*** Opening of Provided data ***

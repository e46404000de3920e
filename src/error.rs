//! The library's error type.
//!
//! Every failure is one [`Error`]: an opaque value carrying an [`ErrorKind`] (bad input
//! from the user, or an internal failure) and a one-line message that names the file,
//! row, field and what was expected. The binary maps [`ErrorKind::Input`] to exit code 2
//! and [`ErrorKind::Internal`] to exit code 1.

use std::fmt;

/// What kind of failure an [`Error`] is.
#[derive(Debug, Clone, Copy, PartialEq, Eq)]
#[non_exhaustive]
pub enum ErrorKind {
    /// The user's input (a file, a flag, a kernel expression) is wrong. Exit code 2.
    Input,
    /// Something failed inside kernelpress or the operating system. Exit code 1.
    Internal,
}

/// A kernelpress error: a kind and a one-line message.
///
/// ```
/// use kernelpress::{Error, ErrorKind};
/// let e = Error::input("data.csv: row 3, column 'rms': expected a number, found 'abc'");
/// assert_eq!(e.kind(), ErrorKind::Input);
/// assert!(e.to_string().contains("row 3"));
/// ```
#[derive(Debug, Clone, PartialEq, thiserror::Error)]
#[error("{message}")]
pub struct Error {
    kind: ErrorKind,
    message: String,
}

impl Error {
    /// A bad-input error (exit code 2).
    #[cold]
    pub fn input(message: impl Into<String>) -> Self {
        Error {
            kind: ErrorKind::Input,
            message: message.into(),
        }
    }

    /// An internal error (exit code 1).
    #[cold]
    pub fn internal(message: impl Into<String>) -> Self {
        Error {
            kind: ErrorKind::Internal,
            message: message.into(),
        }
    }

    /// The kind of failure.
    pub fn kind(&self) -> ErrorKind {
        self.kind
    }

    /// The message without the kind.
    pub fn message(&self) -> &str {
        &self.message
    }

    /// The same error with `context: ` put in front of its message.
    pub fn context(self, context: impl fmt::Display) -> Self {
        Error {
            kind: self.kind,
            message: format!("{context}: {}", self.message),
        }
    }

    /// The process exit code for this error: 2 for input, 1 for internal.
    pub fn exit_code(&self) -> i32 {
        match self.kind {
            ErrorKind::Input => 2,
            ErrorKind::Internal => 1,
        }
    }
}

/// Result with [`Error`].
pub type Result<T> = std::result::Result<T, Error>;

/// An I/O error on `path`, as an input error when the file is missing or unreadable
/// because of the user's path, otherwise internal.
pub(crate) fn io_error(path: &std::path::Path, what: &str, e: std::io::Error) -> Error {
    use std::io::ErrorKind as K;
    let msg = format!("{}: cannot {what}: {e}", path.display());
    match e.kind() {
        K::NotFound | K::PermissionDenied | K::InvalidData | K::UnexpectedEof | K::IsADirectory => {
            Error::input(msg)
        }
        _ => Error::internal(msg),
    }
}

*** Close of Provided data ***

Take the entries above and copy them out exactly.

Reply to the task:
repository e46404000de3920e
filename src/error.rs
//! The library's error type.
//!
//! Every failure is one [`Error`]: an opaque value carrying an [`ErrorKind`] (bad input
//! from the user, or an internal failure) and a one-line message that names the file,
//! row, field and what was expected. The binary maps [`ErrorKind::Input`] to exit code 2
//! and [`ErrorKind::Internal`] to exit code 1.

use std::fmt;

/// What kind of failure an [`Error`] is.
#[derive(Debug, Clone, Copy, PartialEq, Eq)]
#[non_exhaustive]
pub enum ErrorKind {
    /// The user's input (a file, a flag, a kernel expression) is wrong. Exit code 2.
    Input,
    /// Something failed inside kernelpress or the operating system. Exit code 1.
    Internal,
}

/// A kernelpress error: a kind and a one-line message.
///
/// ```
/// use kernelpress::{Error, ErrorKind};
/// let e = Error::input("data.csv: row 3, column 'rms': expected a number, found 'abc'");
/// assert_eq!(e.kind(), ErrorKind::Input);
/// assert!(e.to_string().contains("row 3"));
/// ```
#[derive(Debug, Clone, PartialEq, thiserror::Error)]
#[error("{message}")]
pub struct Error {
    kind: ErrorKind,
    message: String,
}

impl Error {
    /// A bad-input error (exit code 2).
    #[cold]
    pub fn input(message: impl Into<String>) -> Self {
        Error {
            kind: ErrorKind::Input,
            message: message.into(),
        }
    }

    /// An internal error (exit code 1).
    #[cold]
    pub fn internal(message: impl Into<String>) -> Self {
        Error {
            kind: ErrorKind::Internal,
            message: message.into(),
        }
    }

    /// The kind of failure.
    pub fn kind(&self) -> ErrorKind {
        self.kind
    }

    /// The message without the kind.
    pub fn message(&self) -> &str {
        &self.message
    }

    /// The same error with `context: ` put in front of its message.
    pub fn context(self, context: impl fmt::Display) -> Self {
        Error {
            kind: self.kind,
            message: format!("{context}: {}", self.message),
        }
    }

    /// The process exit code for this error: 2 for input, 1 for internal.
    pub fn exit_code(&self) -> i32 {
        match self.kind {
            ErrorKind::Input => 2,
            ErrorKind::Internal => 1,
        }
    }
}

/// Result with [`Error`].
pub type Result<T> = std::result::Result<T, Error>;

/// An I/O error on `path`, as an input error when the file is missing or unreadable
/// because of the user's path, otherwise internal.
pub(crate) fn io_error(path: &std::path::Path, what: &str, e: std::io::Error) -> Error {
    use std::io::ErrorKind as K;
    let msg = format!("{}: cannot {what}: {e}", path.display());
    match e.kind() {
        K::NotFound | K::PermissionDenied | K::InvalidData | K::UnexpectedEof | K::IsADirectory => {
            Error::input(msg)
        }
        _ => Error::internal(msg),
    }
}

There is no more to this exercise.